Wednesday, September 14, 2011

Flood

We stepped over a makeshift barrier – a wall of concrete blocks and weighted plastic across the sidewalk – and out onto the low bridge across the Susquehanna.  Other than occasional sirens it was eerily silent, the road lonely in the dusk and stripped bare of cars.  As we hung over the railing to watch, the river rushed by only a few feet beneath.  By the time we went to bed that night, the street perpendicular to ours was already mostly covered in water.  Life was a prayer for the floodwalls to hold.

I woke to a different world. 

"Residents of New Street, come to your doors.”  The police bullhorn instructing evacuation of the next street over continued as we began to pack for imminent evacuation.  The floodwalls held, but the river was still rising, almost to the top of the wall.  The top of a tan car was just visible above the restless brown of the street-turned-lake.  We showered in the dark as the water dripped through dark ceiling, watched as the water leaked over the floodwalls to creep up the street and cover the sidewalks, joked half-heartedly about kayaks to get across the river to the hospital, set out extra food and water for the dog, piled into the car to drive the few miles down the road to the University shelter that already housed almost 1600 people.

Little did I know when I left Potsdam the morning before that I would be spending Thursday afternoon on my former college campus. 

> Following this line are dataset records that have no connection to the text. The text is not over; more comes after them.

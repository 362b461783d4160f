package main

import (
	"encoding/json"
	"net/url"
	"os"
	"path/filepath"
	"strings"
	"testing"

	"pgregory.net/rapid"

	"lanternbook/calc"
	"lanternbook/web"
)

// bench is a build with every kind of entry in it.
func bench(tb testing.TB) string {
	tb.Helper()
	return testFile(tb, "bench.json")
}

// sampleDocuments are all the documents that the tests and a first start have.
func sampleDocuments(tb testing.TB) map[string]string {
	tb.Helper()
	samples := map[string]string{"bench": bench(tb), "tide": tide(tb), "shelf": shelfLight(tb)}
	files, err := filepath.Glob("seed/builds/*.json")
	if err != nil || len(files) == 0 {
		tb.Fatalf("no builds of a first start: %v", err)
	}
	for _, file := range files {
		content, err := os.ReadFile(file)
		if err != nil {
			tb.Fatal(err)
		}
		samples[file] = string(content)
	}
	return samples
}

// buildOn reads a document and makes its form.
func buildOn(tb testing.TB, document string, drawer ...web.Stock) (calc.Build, web.BuildForm, *draft) {
	tb.Helper()
	b, err := calc.Read([]byte(document))
	if err != nil {
		tb.Fatalf("sample does not read: %v", err)
	}
	d, err := newDraft([]byte(document))
	if err != nil {
		tb.Fatal(err)
	}
	return b, web.NewBuildForm(b, drawer), d
}

// A form that is sent back as it came changes nothing, whatever the document.
func TestFormUnchangedIsNoEdit(t *testing.T) {
	for name, document := range sampleDocuments(t) {
		b, form, d := buildOn(t, document)
		texts := formText{}
		for _, e := range form.Entries() {
			texts[e.Name] = e.Value
		}
		faults := texts.write(d, form, b, nil, nil)
		if len(faults) > 0 || len(d.ops) > 0 {
			t.Errorf("%s: faults %v, patch %+v", name, faults, d.ops)
		}
	}
}

// Even when every text is read anew, it means what the document has: what a
// field shows loses no digit.
func TestFormTextsMeanTheirValues(t *testing.T) {
	for name, document := range sampleDocuments(t) {
		b, form, d := buildOn(t, document)
		for _, e := range form.Entries() {
			if _, has := d.get(e.Name); !has || e.Rebuilds && e.Kind != web.EntryPart {
				continue // not given, or a choice that fills in anew
			}
			if err := writeEntry(d, e, strings.TrimSpace(e.Value), b, nil); err != nil {
				t.Errorf("%s: %s %q: %v", name, e.Name, e.Value, err)
			}
		}
		for _, op := range d.ops {
			if op.Path != "/runs/2/conductor" && !strings.HasPrefix(op.Path, "/title") {
				t.Errorf("%s: %s becomes %v", name, op.Path, op.Value)
			}
		}
	}
}

type fieldEdit struct {
	name  string
	field string
	text  string
	patch string // of the bench
	fault string // words of the reason; "" when the text is taken
}

func TestFormFields(t *testing.T) {
	cases := []fieldEdit{
		{name: "a title", field: "/title", text: "  Pier  ", patch: `[{"op":"replace","path":"/title","value":"Pier"}]`},
		{name: "no title", field: "/title", text: " ", fault: "needs a name"},
		{name: "a label", field: "/strings/0/label", text: "Left", patch: `[{"op":"replace","path":"/strings/0/label","value":"Left"}]`},
		{name: "no label", field: "/strings/0/label", text: "", fault: "needs a name"},
		{name: "a client where the key is empty", field: "/client", text: "Harbour office", patch: `[{"op":"replace","path":"/client","value":"Harbour office"}]`},
		{name: "a site where there is no key", field: "/site", text: "Quay", patch: `[{"op":"add","path":"/site","value":"Quay"}]`},
		{name: "still no site", field: "/site", text: "  ", patch: `[]`},
		{name: "notes as a browser sends lines", field: "/notes", text: "two\r\nlines", patch: `[]`},
		{name: "longer notes", field: "/notes", text: "two\r\nlines\r\nmore", patch: `[{"op":"replace","path":"/notes","value":"two\nlines\nmore"}]`},
		{name: "tags", field: "/tags", text: "red , bench,, red", patch: `[{"op":"replace","path":"/tags","value":["red","bench"]}]`},
		{name: "no tags", field: "/tags", text: "", patch: `[{"op":"replace","path":"/tags","value":[]}]`},

		{name: "ohms in the resistor code", field: "/strings/0/driver/sense/ohms", text: "4k7", patch: `[{"op":"replace","path":"/strings/0/driver/sense/ohms","value":4700}]`},
		{name: "ohms with a decimal comma", field: "/strings/0/driver/sense/ohms", text: "2,2 kΩ", patch: `[{"op":"replace","path":"/strings/0/driver/sense/ohms","value":2200}]`},
		{name: "the same ohms in other words", field: "/strings/0/driver/sense/ohms", text: "0.11k", patch: `[]`},
		{name: "ohms that are amps", field: "/strings/0/driver/sense/ohms", text: "20 mA", fault: "amps"},
		{name: "ohms that are none", field: "/strings/0/driver/sense/ohms", text: "", fault: "missing"},
		{name: "a tolerance", field: "/strings/0/driver/sense/tolerance", text: "±5 %", patch: `[{"op":"replace","path":"/strings/0/driver/sense/tolerance","value":0.05}]`},
		{name: "no tolerance", field: "/strings/0/driver/sense/tolerance", text: "", patch: `[{"op":"remove","path":"/strings/0/driver/sense/tolerance"}]`},
		{name: "a tolerance where there is no key", field: "/strings/1/driver/sense/tolerance", text: "1", patch: `[{"op":"add","path":"/strings/1/driver/sense/tolerance","value":0.01}]`},
		{name: "watts as a fraction", field: "/strings/0/driver/sense/watts", text: "1/2 W", patch: `[{"op":"replace","path":"/strings/0/driver/sense/watts","value":0.5}]`},
		{name: "watts not known any more", field: "/strings/0/driver/sense/watts", text: "", patch: `[{"op":"remove","path":"/strings/0/driver/sense/watts"}]`},

		{name: "a spread as three values", field: "/supply/voltage", text: "22/24/26", patch: `[{"op":"replace","path":"/supply/voltage","value":{"max":26,"min":22,"typ":24}}]`},
		{name: "a spread as a margin", field: "/supply/voltage", text: "12 V ±5 %", patch: `[{"op":"replace","path":"/supply/voltage","value":{"max":12.6,"min":11.4,"typ":12}}]`},
		{name: "a spread as one value", field: "/supply/voltage", text: "24 V", patch: `[{"op":"replace","path":"/supply/voltage","value":24}]`},
		{name: "a spread that falls", field: "/supply/voltage", text: "26 / 24 / 22", fault: "rise"},
		{name: "degrees below zero", field: "/ambient", text: "−10 / 20 / 45 °C", patch: `[{"op":"replace","path":"/ambient","value":{"max":45,"min":-10,"typ":20}}]`},
		{name: "a rated current not known any more", field: "/supply/max_current", text: "", patch: `[{"op":"remove","path":"/supply/max_current"}]`},
		{name: "a source resistance where there is no key", field: "/supply/source_resistance", text: "0R22", patch: `[{"op":"add","path":"/supply/source_resistance","value":0.22}]`},
		{name: "a limit beside another", field: "/limits/loading", text: "70 %", patch: `[{"op":"add","path":"/limits/loading","value":0.7}]`},
		{name: "a surface", field: "/enclosure/surface_area", text: "0,5", patch: `[{"op":"replace","path":"/enclosure/surface_area","value":0.5}]`},
		{name: "an open can", field: "/enclosure/kind", text: "open", patch: `[{"op":"replace","path":"/enclosure","value":{"kind":"open"}}]`},
		{name: "a kind of can that there is not", field: "/enclosure/kind", text: "wet", fault: "choose"},

		{name: "how many alike", field: "/strings/0/quantity", text: "18", patch: `[{"op":"replace","path":"/strings/0/quantity","value":18}]`},
		{name: "half a string", field: "/strings/0/quantity", text: "1.5", fault: "whole number"},
		{name: "how many LEDs", field: "/strings/1/leds/1/quantity", text: " 4 ", patch: `[{"op":"replace","path":"/strings/1/leds/1/quantity","value":4}]`},
		{name: "another LED of the build", field: "/strings/1/leds/1/part", text: "white", patch: `[{"op":"replace","path":"/strings/1/leds/1/part","value":"white"}]`},
		{name: "a transistor in the place of an LED", field: "/strings/1/leds/1/part", text: "npn", fault: "choose"},

		{name: "a wanted current", field: "/strings/0/wanted", text: "30 mA", patch: `[{"op":"replace","path":"/strings/0/wanted","value":{"current":0.03}}]`},
		{name: "a wanted light instead", field: "/strings/0/wanted", text: "120 lm", patch: `[{"op":"replace","path":"/strings/0/wanted","value":{"luminous_flux":120}}]`},
		{name: "nothing wanted any more", field: "/strings/0/wanted", text: "", patch: `[{"op":"remove","path":"/strings/0/wanted"}]`},
		{name: "wanted where nothing was", field: "/strings/2/wanted", text: "5mA", patch: `[{"op":"add","path":"/strings/2/wanted","value":{"current":0.005}}]`},
		{name: "wanted, but what", field: "/strings/0/wanted", text: "20", fault: "say which"},
		{name: "wanted in volts", field: "/strings/0/wanted", text: "20 V", fault: "volts"},

		{name: "fed by another run", field: "/strings/0/fed_by", text: "r3", patch: `[{"op":"replace","path":"/strings/0/fed_by","value":"r3"}]`},
		{name: "straight at the supply", field: "/strings/0/fed_by", text: "", patch: `[{"op":"remove","path":"/strings/0/fed_by"}]`},
		{name: "fed by a run that there is not", field: "/strings/0/fed_by", text: "r9", fault: "choose"},
		{name: "a run from another", field: "/runs/2/from", text: "r1", patch: `[{"op":"replace","path":"/runs/2/from","value":"r1"}]`},
		{name: "a run from itself", field: "/runs/2/from", text: "r3", fault: "choose"},
		{name: "a length in feet", field: "/runs/0/length", text: "10 ft", patch: `[{"op":"replace","path":"/runs/0/length","value":3.048}]`},
		{name: "a conductor in mm²", field: "/runs/0/conductor", text: "1,5", patch: `[{"op":"replace","path":"/runs/0/conductor","value":"1.5 mm2"}]`},
		{name: "a conductor by gauge", field: "/runs/0/conductor", text: "awg20", patch: `[{"op":"replace","path":"/runs/0/conductor","value":"AWG 20"}]`},
		{name: "a conductor by its ohms", field: "/runs/0/conductor", text: "25 mΩ/m", patch: `[{"op":"remove","path":"/runs/0/conductor"},{"op":"add","path":"/runs/0/ohms_per_metre","value":0.025}]`},
		{name: "ohms become a conductor", field: "/runs/2/conductor", text: "0.75 mm²", patch: `[{"op":"remove","path":"/runs/2/ohms_per_metre"},{"op":"add","path":"/runs/2/conductor","value":"0.75 mm2"}]`},
		{name: "ohms per metre that are none", field: "/runs/2/conductor", text: "many/m", fault: "many/m"},

		{name: "a control voltage", field: "/strings/0/driver/control/volts", text: "3V3", patch: `[{"op":"replace","path":"/strings/0/driver/control/volts","value":3.3}]`},
		{name: "a trimmer's turn", field: "/strings/1/driver/control/pot/turn", text: "12 %", patch: `[{"op":"replace","path":"/strings/1/driver/control/pot/turn","value":0.12}]`},
		{name: "a divider's resistor", field: "/strings/2/driver/control/divider/lower/ohms", text: "1k2", patch: `[{"op":"replace","path":"/strings/2/driver/control/divider/lower/ohms","value":1200}]`},
		{name: "a reference's drift", field: "/strings/3/driver/reference/tempco", text: "−2 mV/K", patch: `[{"op":"replace","path":"/strings/3/driver/reference/tempco","value":-0.002}]`},
	}
	for _, c := range cases {
		t.Run(c.name, func(t *testing.T) {
			b, form, d := buildOn(t, bench(t))
			texts := readText(url.Values{c.field: {c.text}})
			faults := texts.write(d, form, b, nil, nil)
			if c.fault != "" {
				if !strings.Contains(faults[c.field], c.fault) || len(d.ops) > 0 {
					t.Fatalf("faults %v, patch %+v, want one with %q and no patch", faults, d.ops, c.fault)
				}
				return
			}
			patch, err := d.patch()
			if err != nil || len(faults) > 0 || string(patch) != c.patch {
				t.Fatalf("patch %s, faults %v, %v\nwant %s", patch, faults, err, c.patch)
			}
			after, err := applyPatch([]byte(bench(t)), patch)
			if err != nil {
				t.Fatal(err)
			}
			if _, err := calc.Read(after); err != nil {
				t.Errorf("the reader refuses what came of it: %v", err)
			}
		})
	}
}

// One wrong field does not keep the others from being taken.
func TestFormTakesWhatIsRight(t *testing.T) {
	b, form, d := buildOn(t, bench(t))
	texts := formText{"/title": "Pier", "/strings/0/driver/sense/ohms": "many", "/strings/0/quantity": "2"}
	faults := texts.write(d, form, b, nil, nil)
	if len(faults) != 1 || faults["/strings/0/driver/sense/ohms"] == "" {
		t.Errorf("faults %v, want one at the sense resistor", faults)
	}
	title, _ := d.get("/title")
	quantity, _ := d.get("/strings/0/quantity")
	if title != "Pier" || quantity != json.Number("2") {
		t.Errorf("title %v, quantity %v", title, quantity)
	}
}

// Names that no entry has are not written anywhere.
func TestFormIgnoresOtherNames(t *testing.T) {
	b, form, d := buildOn(t, bench(t))
	texts := readText(url.Values{"/format": {"x"}, "/parts/npn/max_power": {"9"}, "revision": {"1"}, "/strings/99/label": {"Z"}})
	if faults := texts.write(d, form, b, nil, nil); len(faults) > 0 || len(d.ops) > 0 {
		t.Errorf("faults %v, patch %+v", faults, d.ops)
	}
}

func TestFormOffer(t *testing.T) {
	texts := readText(url.Values{"/strings/0/driver/sense/ohms": {"110 Ω"}})
	texts.offered("/strings/0/driver/sense/ohms=91 Ω")
	texts.offered("revision=7")
	if texts["/strings/0/driver/sense/ohms"] != "91 Ω" || texts["revision"] != "" {
		t.Errorf("texts %v", texts)
	}
}

// A part from the drawer is copied whole; the build's own part under the same
// key is never written over.
func TestFormCopiesParts(t *testing.T) {
	b, _, _ := buildOn(t, bench(t))
	amber := web.Stock{Key: "amber", Document: []byte(`{"type":"led","test_current":0.020,"forward_voltage":2.1}`)}
	other := web.Stock{Key: "red", Document: []byte(`{"type":"led","test_current":0.01,"forward_voltage":1.9}`)}
	same := web.Stock{Key: "white", Document: []byte(`{"luminous_flux":26,"type":"led","name":"white chip","cct":4e3,"test_current":0.060,"forward_voltage":{"min":2.8,"typ":2.95,"max":3.2},"max_current":0.09}`)}
	drawer := []web.Stock{amber, other, same}
	for i := range drawer {
		part, err := calc.ReadPart(drawer[i].Document)
		if err != nil {
			t.Fatal(err)
		}
		drawer[i].Part = part
	}
	for _, c := range []struct{ name, pick, patch string }{
		{"a new key", "drawer:amber", `[{"op":"add","path":"/parts/amber","value":{"forward_voltage":2.1,"test_current":0.020,"type":"led"}},{"op":"replace","path":"/strings/0/leds/0/part","value":"amber"}]`},
		{"a key that another part has", "drawer:red", `[{"op":"add","path":"/parts/red-2","value":{"forward_voltage":1.9,"test_current":0.01,"type":"led"}},{"op":"replace","path":"/strings/0/leds/0/part","value":"red-2"}]`},
	} {
		_, form, d := buildOn(t, bench(t), drawer...)
		faults := formText{"/strings/0/leds/0/part": c.pick}.write(d, form, b, drawer, nil)
		patch, err := d.patch()
		if err != nil || len(faults) > 0 || string(patch) != c.patch {
			t.Errorf("%s: patch %s, faults %v, %v\nwant %s", c.name, patch, faults, err, c.patch)
		}
	}
	_, form, d := buildOn(t, bench(t), drawer...)
	for _, g := range form.Strings[0].Stacks[0].Part.Groups {
		for _, o := range g.Options {
			if o.Value == "drawer:white" {
				t.Error("the picker offers from the drawer what the build has already")
			}
		}
	}
	if key, err := copyPart(d, "white", drawer); err != nil || key != "white" || len(d.ops) > 0 {
		t.Errorf("the very part that the build has: key %q, %v, patch %+v", key, err, d.ops)
	}
}

// Whatever is typed, the form never panics, and what it takes is a patch that
// applies.
func TestFormTakesAnything(t *testing.T) {
	document := bench(t)
	rapid.Check(t, func(r *rapid.T) {
		b, form, d := buildOn(t, document)
		entries := form.Entries()
		texts := formText{}
		for range rapid.IntRange(1, 4).Draw(r, "fields") {
			e := entries[rapid.IntRange(0, len(entries)-1).Draw(r, "entry")]
			texts[e.Name] = rapid.OneOf(
				rapid.String(),
				rapid.SampledFrom([]string{"", "0", "-1", "4k7", "20 mA", "NaN", "1e999", "open", "resistor", "pot", "divider", "r2", "white", "1/0", "AWG x"}),
			).Draw(r, "text")
		}
		texts.write(d, form, b, nil, nil)
		patch, err := d.patch()
		if err != nil {
			r.Fatal(err)
		}
		if _, err := applyPatch([]byte(document), patch); err != nil {
			r.Fatalf("%v makes a patch that does not apply: %s: %v", texts, patch, err)
		}
	})
}
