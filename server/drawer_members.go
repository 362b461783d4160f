package main

import (
	"bytes"
	"encoding/json"
	"errors"
	"slices"
	"strings"
)

// members is a JSON object as it was written: its keys in their order, their
// values untouched. An edit changes one value and leaves the others byte for
// byte as they were.
type members []member

type member struct {
	key   string
	value json.RawMessage
}

// readMembers reads a JSON object.
func readMembers(document []byte) (members, error) {
	d := json.NewDecoder(bytes.NewReader(document))
	open, err := d.Token()
	if err != nil {
		return nil, err
	}
	if open != json.Delim('{') {
		return nil, errors.New("not a JSON object")
	}
	var m members
	for d.More() {
		var token json.Token
		if token, err = d.Token(); err != nil {
			return nil, err
		}
		key, _ := token.(string) // More is true: the token is a key
		var value json.RawMessage
		if err = d.Decode(&value); err != nil {
			return nil, err
		}
		m = append(m, member{key, value})
	}
	_, err = d.Token()
	return m, err
}

// MarshalJSON writes the object again.
func (m members) MarshalJSON() ([]byte, error) {
	var b bytes.Buffer
	b.WriteByte('{')
	for i, one := range m {
		if i > 0 {
			b.WriteByte(',')
		}
		key, err := json.Marshal(one.key)
		if err != nil {
			return nil, err
		}
		b.Write(key)
		b.WriteByte(':')
		b.Write(one.value)
	}
	b.WriteByte('}')
	return b.Bytes(), nil
}

// get returns the value at a path of keys parted by dots; nil when there is
// none.
func (m members) get(path string) json.RawMessage {
	key, rest, deeper := strings.Cut(path, ".")
	i := m.index(key)
	if i < 0 {
		return nil
	}
	if !deeper {
		return m[i].value
	}
	inner, err := readMembers(m[i].value)
	if err != nil {
		return nil
	}
	return inner.get(rest)
}

// set returns the object with another value at a path, new members at the end.
// A nil value takes the member out, and with its last member goes the object
// that held it.
func (m members) set(path string, value json.RawMessage) members {
	key, rest, deeper := strings.Cut(path, ".")
	i := m.index(key)
	if deeper {
		var inner members
		if i >= 0 {
			inner, _ = readMembers(m[i].value) // what is no object is replaced by one
		}
		inner = inner.set(rest, value)
		value = nil
		if len(inner) > 0 {
			value, _ = inner.MarshalJSON() // keys are strings: cannot fail
		}
	}
	switch {
	case value == nil && i < 0:
		return m
	case value == nil:
		return slices.Delete(slices.Clone(m), i, i+1)
	case i < 0:
		return append(slices.Clip(m), member{key, value})
	}
	m = slices.Clone(m)
	m[i].value = value
	return m
}

func (m members) index(key string) int {
	return slices.IndexFunc(m, func(one member) bool { return one.key == key })
}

“Hi.  I got evacuated this morning and I’m a Registered Nurse…do you need any help?”  The rather harried-looking resident just looked at me for a moment, startled.  And then I went to work.  A rather faded Mercy Ships badge from the rear-view mirror of my car served as identification as I joined EMS, nurses, and medical residents in treating any sick and injured among the crowds already sheltered in the Events Center.  Cots covered the floor where I had once watched basketball games, families huddled in the ticket area with their pets, uniformed military and police guarded the doors and maintained order, and in a back room we had three cots set up as makeshift exam rooms.  Another basketball court served as a special needs area and pharmacy – staffed by volunteers and nursing students, and a few instructors I recognized from my own days as a student there.

When I left 8 hours later to spend the night at a friend’s house, our shelter was already full and the river had finally crested…25.7 feet.

Now in East Texas, I find myself ironically wishing for just a few hundred gallons of that floodwater – to somehow dampen down the tinder-dry foliage and see the hills green again.